CS542-Internet Internals

Meng Project (May,1999)

Reliable Video on Demand Services over
Heterogeneous Network by Multicast.

Ming Lu
Computer science, cornell university

Abstract
Background
High level view of the project

What to achieve
How it's done
Simple system view
Detailed system view

Detailed system component description

Registration
Video Multicast
Video Encoding
Srmlib 2.0

Coding structure
Acknowledgment
References

Abstract:

This project is a demo of Video on Demand service over Heterogeneous network.

A system includes registration and video server, video client is completed. The key to the project is using layered encoding/decoding scheme and multi-channel multicast to cope with the different bandwidth of the client network. Two kind of encoding scheme are supported while one of them is invented to achieve real-time performance. Two kinds of video server, real-time video server and MPEG video server are supported.

Background:

As the result of deregulation, traditional phone networks, cable networks as well as data networks are merging. Thus to provide service to all potential customs who might have phone access, cable access or fiber access, etc, it's necessary for the application to cope with the different bandwidth, different error rate, etc. of the client network.

On the other hand, video on demand service, will be the next level of service beyond today's "pay per view" which customs can only order the several videos available and customs have no direct control of when the video will be shown. Video on demand service will provide customs the freedom to view whatever they want at the time of their convenience. Video on demand will benefit not only entertainment, but also education, business, etc.

In this project, multicast will be used to achieve better bandwidth and srm2.0 from UCB is used to provide the lower level multicast.

High level view of the project:

What to achieve:

Suppose we have a video frame as Fig3, the customers can receive the Fig1, Fig2, Fig3 depending on what their bandwidth is.

Then the encoded images will be multicast out into different channels, those customers with high bandwidth can subscribe to all channels, while other customers can subscribe lowest several channels depending on their bandwidth.

Final screen Shot:

Fig1 This is a screen shot for low bandwidth, which can accommodate only One Channels

Fig2 This is a screen shot for median bandwidth, which can accommodate two channels.

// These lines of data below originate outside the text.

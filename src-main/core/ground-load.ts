// Full-throttle operating points of a car or truck: launch (peak current) and loaded top
// speed (continuous current). Motor parameters carry the per-motor loop resistance; with
// several motors on one supply each motor sees the pack drop of all of them.

import { currentAt, noLoadOmega, stallCurrent, torqueAt, type MotorParams } from './motor';
import { roadLoad, tractionLimit } from './road-load';
import { findRoot } from './solve';

export interface Driveline {
  motorCount: number;
  finalDrive: number;
  tireDiameterMm: number;
  /** 0 to 1. */
  efficiency: number;
}

/**
 * Per-motor launch current: the smaller of the current that spins the tyres (μ·m·g on the
 * driven wheels at the tyre, back through the gearing and its losses, through Kt, plus I0) and
 * the stall current. `drivenShare` is the share of the weight on the driven wheels (1 for 4WD).
 */
export function launchCurrent(m: MotorParams, voltageV: number, d: Driveline, tractionCoefficient: number, massKg: number, drivenShare = 1): number {
  const radiusM = d.tireDiameterMm / 2000;
  const motorTorque = (tractionLimit(tractionCoefficient, massKg) * drivenShare * radiusM) / d.finalDrive / d.efficiency / d.motorCount;
  // Kt = 1/Kv in SI, so I = Q·Kv + I0.
  const tractionCurrent = motorTorque * m.kvRad + m.noLoadCurrentA;
  return Math.min(tractionCurrent, stallCurrent(m, voltageV));
}

export interface RoadVehicle {
  massKg: number;
  dragAreaM2: number;
  rollingCoefficient: number;
  airDensity: number;
}

export interface TopSpeedPoint {
  speedMps: number;
  omegaRadS: number;
  /** Per motor. */
  currentA: number;
}

interface TopSpeedCtx {
  m: MotorParams;
  voltageV: number;
  d: Driveline;
  v: RoadVehicle;
  radiusM: number;
}

function surplusForce(speedMps: number, c: TopSpeedCtx): number {
  const omega = (speedMps / c.radiusM) * c.d.finalDrive;
  const drive = (c.d.motorCount * torqueAt(c.m, c.voltageV, omega) * c.d.finalDrive * c.d.efficiency) / c.radiusM;
  return drive - roadLoad(c.v.airDensity, c.v.dragAreaM2, c.v.rollingCoefficient, c.v.massKg, speedMps);
}

/** Speed where drive force through the gearing meets road load, at full throttle. */
export function loadedTopSpeed(m: MotorParams, voltageV: number, d: Driveline, v: RoadVehicle): TopSpeedPoint {
  const radiusM = d.tireDiameterMm / 2000;
  const ctx: TopSpeedCtx = { m, voltageV, d, v, radiusM };
  const omegaMax = noLoadOmega(m, voltageV);
  // A motor that cannot overcome its own losses, or a vehicle it cannot move, stays stalled.
  if (!(omegaMax > 0) || surplusForce(0, ctx) <= 0) {
    return { speedMps: 0, omegaRadS: 0, currentA: stallCurrent(m, voltageV) };
  }
  const speedMax = (omegaMax / d.finalDrive) * radiusM;
  const speedMps = findRoot(surplusForce, ctx, 0, speedMax, 1e-9 * Math.max(1, speedMax), 100);
  const omegaRadS = (speedMps / radiusM) * d.finalDrive;
  return { speedMps, omegaRadS, currentA: currentAt(m, voltageV, omegaRadS) };
}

Fig3 This is a screen shot for high bandwidth, which can accommodate three channels.

2) How it's done

The original video is encoded frame by frame into several images which contains image components of different frequencies. For example, the Fig3 above can be encoded into Fig.4,Fig,5,Fig,6,Fig7, which contains from low to high spatial frequencies of the original image.

Fig4 Low-low encoded image Fig.5 Low-high encoded Image

Fig.6 High-Low encoded Image Fig.7 High-High Encoded Image

Simple system view

Note: The system follows 1) to 5) step by step.

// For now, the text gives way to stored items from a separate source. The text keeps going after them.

// The domain records as the store keeps them and the rigbook-fleet file carries them.
// Units live in the field names (mAh, mm, V, A, W, kg) so that a record read from the store,
// a row of an import file and the input of the evaluation are the same shape; the physics
// converts to SI on the way in.

import type { Figures } from './catalogue/figures';

export type { Figures };

export const CHEMISTRIES = ['lipo', 'lihv', 'lifepo4', 'liion', 'nimh'] as const;
export type Chemistry = (typeof CHEMISTRIES)[number];

export const VEHICLE_KINDS = ['car', 'truck', 'boat', 'multirotor', 'plane'] as const;
export type VehicleKind = (typeof VEHICLE_KINDS)[number];

/**
 * Worst first: the order a build's overall verdict is taken in. A check that cannot be made
 * is worse news than a known small margin, so incomplete ranks above tight.
 */
export const STATUSES = ['over', 'incomplete', 'tight', 'clear'] as const;
export type Status = (typeof STATUSES)[number];

export const ARRANGEMENTS = ['series', 'parallel'] as const;

/** Which wheels are driven: all of them, or one axle. */
export const DRIVE_LAYOUTS = ['4wd', '2wd'] as const;
export type DriveLayout = (typeof DRIVE_LAYOUTS)[number];

export const WATER_TYPES = ['fresh', 'sea'] as const;
export type WaterType = (typeof WATER_TYPES)[number];
export type Arrangement = (typeof ARRANGEMENTS)[number];

/** Fields every stored, editable record carries. */
export interface RecordMeta {
  id: string;
  /** Bumped on every write; an update naming an older version is refused as a conflict. */
  version: number;
  /** ISO time; null while the record is in use. Archived records stay for history. */
  archivedAt: string | null;
  notes: string;
}

export interface Battery extends RecordMeta {
  name: string;
  chemistry: Chemistry;
  cellsSeries: number;
  cellsParallel: number;
  capacityMah: number;
  /** Continuous C rating as printed by the maker. */
  cRatingContinuous: number | null;
  cRatingBurst: number | null;
  /** Per-cell internal resistance as measured (ohm); null where never measured. */
  cellResistanceOhm: number | null;
  massKg: number | null;
  cycleCount: number;
  retired: boolean;
}

export interface Motor extends RecordMeta {
  name: string;
  /** rpm per volt, no-load, the trade's usual convention. */
  kv: number;
  /** Winding (phase-to-phase) resistance in ohm. */
  resistanceOhm: number | null;
  noLoadCurrentA: number | null;
  maxCurrentA: number | null;
  maxPowerW: number | null;
  maxVoltageV: number | null;
  maxRpm: number | null;
  poles: number | null;
  massKg: number | null;
}

export interface Controller extends RecordMeta {
  name: string;
  /** Maximum input voltage; where only a cell count is rated it is converted at 4.2 V per cell. */
  maxVoltageV: number | null;
  maxCells: number | null;
  continuousCurrentA: number | null;
  burstCurrentA: number | null;
  resistanceOhm: number | null;
  massKg: number | null;
}

export interface Propeller extends RecordMeta {
  name: string;
  diameterMm: number;
  pitchMm: number | null;
  blades: number;
  /** Thrust coefficient C_T in T = C_T·ρ·n²·D⁴ (n in rev/s). */
  thrustCoefficient: number | null;
  /** Power coefficient C_P in P = C_P·ρ·n³·D⁵. */
  powerCoefficient: number | null;
  /** The maker's rpm limit (often printed as a constant ÷ diameter); null where none is published. */
  maxRpm?: number | null;
}

export interface Vehicle extends RecordMeta {
  name: string;
  kind: VehicleKind;
  massKg: number | null;
  /** Drag area C_d·A in m². */
  dragAreaM2: number | null;
  rollingCoefficient: number | null;
  tractionCoefficient: number | null;
  /** Cars and trucks: 4WD or 2WD; null reads as 4WD (all the weight on driven wheels, the high-current side). */
  driveLayout?: DriveLayout | null;
  /** Share of the weight on the driven wheels, 0 to 1; null takes the layout's default. */
  drivenWeightShare?: number | null;
  /** Boats: fresh or sea water; null reads as sea water (the denser, the high-current side). */
  water?: WaterType | null;
  owner: string;
  className: string;
}

export interface Supply {
  id: string;
  arrangement: Arrangement;
  /** Packs in this supply, in order; one id for a single pack. */
  batteryIds: string[];
}

export interface Gearing {
  pinionTeeth: number | null;
  spurTeeth: number | null;
  /** Gearbox or transmission ratio after the spur; 1 where there is none. */
  internalRatio: number;
  tireDiameterMm: number | null;
  /** Drivetrain efficiency, 0 to 1. */
  drivetrainEfficiency: number;
}

export interface Build extends RecordMeta {
  name: string;
  vehicleId: string;
  motorId: string | null;
  motorCount: number;
  controllerId: string | null;
  propellerId: string | null;
  gearing: Gearing;
  supplies: Supply[];
  /** Measured currents override the model where recorded, on the supply they were measured on. */
  measuredPeakCurrentA: number | null;
  measuredAverageCurrentA: number | null;
  /**
   * The supply the measured currents were logged on; null with one supply means that one.
   * With several supplies and none named, the measurements are not used (the sheet says so).
   */
  measuredSupplyId?: string | null;
  /** Length of the full-throttle run the continuous current is judged over, s; null takes the default. */
  runLengthS?: number | null;
  /** Margin under which a rule reads `tight`; null takes the class's or the default 0.15. */
  tightThreshold: number | null;
}

/** A class or shop limit of the same shape as a built-in rule: a figure that must stay at or under a limit. */
export interface ClassRule extends RecordMeta {
  className: string;
  /** Rule id shown in findings, e.g. `class-voltage`; must not clash with built-in ids. */
  ruleId: string;
  /** Key of the figure the limit applies to (a key of Figures). */
  figure: string;
  limit: number;
  unit: string;
  /** The class's tight threshold; a build's own threshold wins, the largest of the class's rules applies. */
  tightThreshold?: number | null;
}

/** Everything the evaluation needs for one build, resolved from the store or a fleet file. */
export interface BuildContext {
  build: Build;
  vehicle: Vehicle | null;
  motor: Motor | null;
  controller: Controller | null;
  propeller: Propeller | null;
  /** Packs by id, for the supplies; a missing id makes that supply incomplete. */
  batteries: ReadonlyMap<string, Battery>;
  classRules: readonly ClassRule[];
  /** The threshold to use when neither build nor class sets one. */
  defaultTightThreshold: number;
}

export interface Finding {
  rule: string;
  status: Status;
  value: number | null;
  limit: number | null;
  unit: string;
  /** (limit − value) ÷ limit; null when incomplete. */
  margin: number | null;
  message: string;
  /** Inputs that were missing, for `incomplete`. */
  missing?: string[];
  /** Which current was used: the model's or the measured one. */
  source?: 'model' | 'measured';
  /** Unmeasured inputs the model took as zero (pack or controller resistance): reads currents on the high side. */
  assumed?: string[];
  /** The pack a per-pack rule (battery-continuous, battery-burst, pack-retired) is about: the worst one. */
  batteryId?: string;
}

/** One pack's part of a supply's current, as judged. */
export interface PackShare {
  batteryId: string;
  name: string;
  /** Fraction of the supply current this pack is taken to carry (1 for packs in series). */
  share: number;
  /** True where the share is the pessimistic bound because a resistance is not measured. */
  bound: boolean;
  continuousA: number | null;
  peakA: number | null;
  continuousLimitA: number | null;
  burstLimitA: number | null;
}

export interface SupplyVerdict {
  supplyId: string;
  batteryIds: string[];
  status: Status;
  figures: Figures;
  findings: Finding[];
  /** Each pack's share of the current, in supply order. */
  packShares: PackShare[];
  /** What the model assumed where it had to (plain sentences, for the sheet). */
  assumptions: string[];
}

export interface BuildVerdict {
  buildId: string;
  status: Status;
  supplies: SupplyVerdict[];
}

export const DEFAULT_TIGHT_THRESHOLD = 0.15;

users do the registration through the Regist client
Regist client send request to regist server and send local bandwidth information to VideoClient .
Regist Server send multicast IP and port to both Video Client and Video Server. It also sends what kinds of video to the VideoServer
Video Server multicast video out.
Video Client get the video through multicast channels, and reconstruct the image, display it to the user.

3. detailed system view

Detailed system component description:

I. Registration

The Registration system includes one Registration client, one registration server.

Registration Client
The registration client is used to accept request such as what movie, etc,
And let user to provide bandwidth of their network. Fig.8 is a screen shot of the registration client.

Registration server :

This server is responsible to accept user input and decide if the request can be guaranteed. If it is, it'll send multicast information such as multicast IP, multicast port, etc to both the Video Server and Video Client.

A VIEW OF THE REGISTRATION CLIENT INTERFACE

II-Video Multicast

Video Multicast has a Video Sever and a Video Client.

Video Server :

The video Server is responsible to get the video, encode the video frame by frame using Pyramid Encoding techniques. ( I create it myself, and detailed information will be listed later.) and multicast the video out into several channels. This is video Server is designed in the way, that different video source, such as real time video from a live camera, MPEG video clip, etc can be easily configured. The encoder for the video server is also configurable. At this time, only wavelet encoding and pyramid encoding is supported.

Video Client:

The video client is responsible to subscribe multicast channels depending on bandwidth of local network. Once the video frames from several multicast channels is received ,it'll reconstruct the vide frame and send to Video Client GUI for user watching.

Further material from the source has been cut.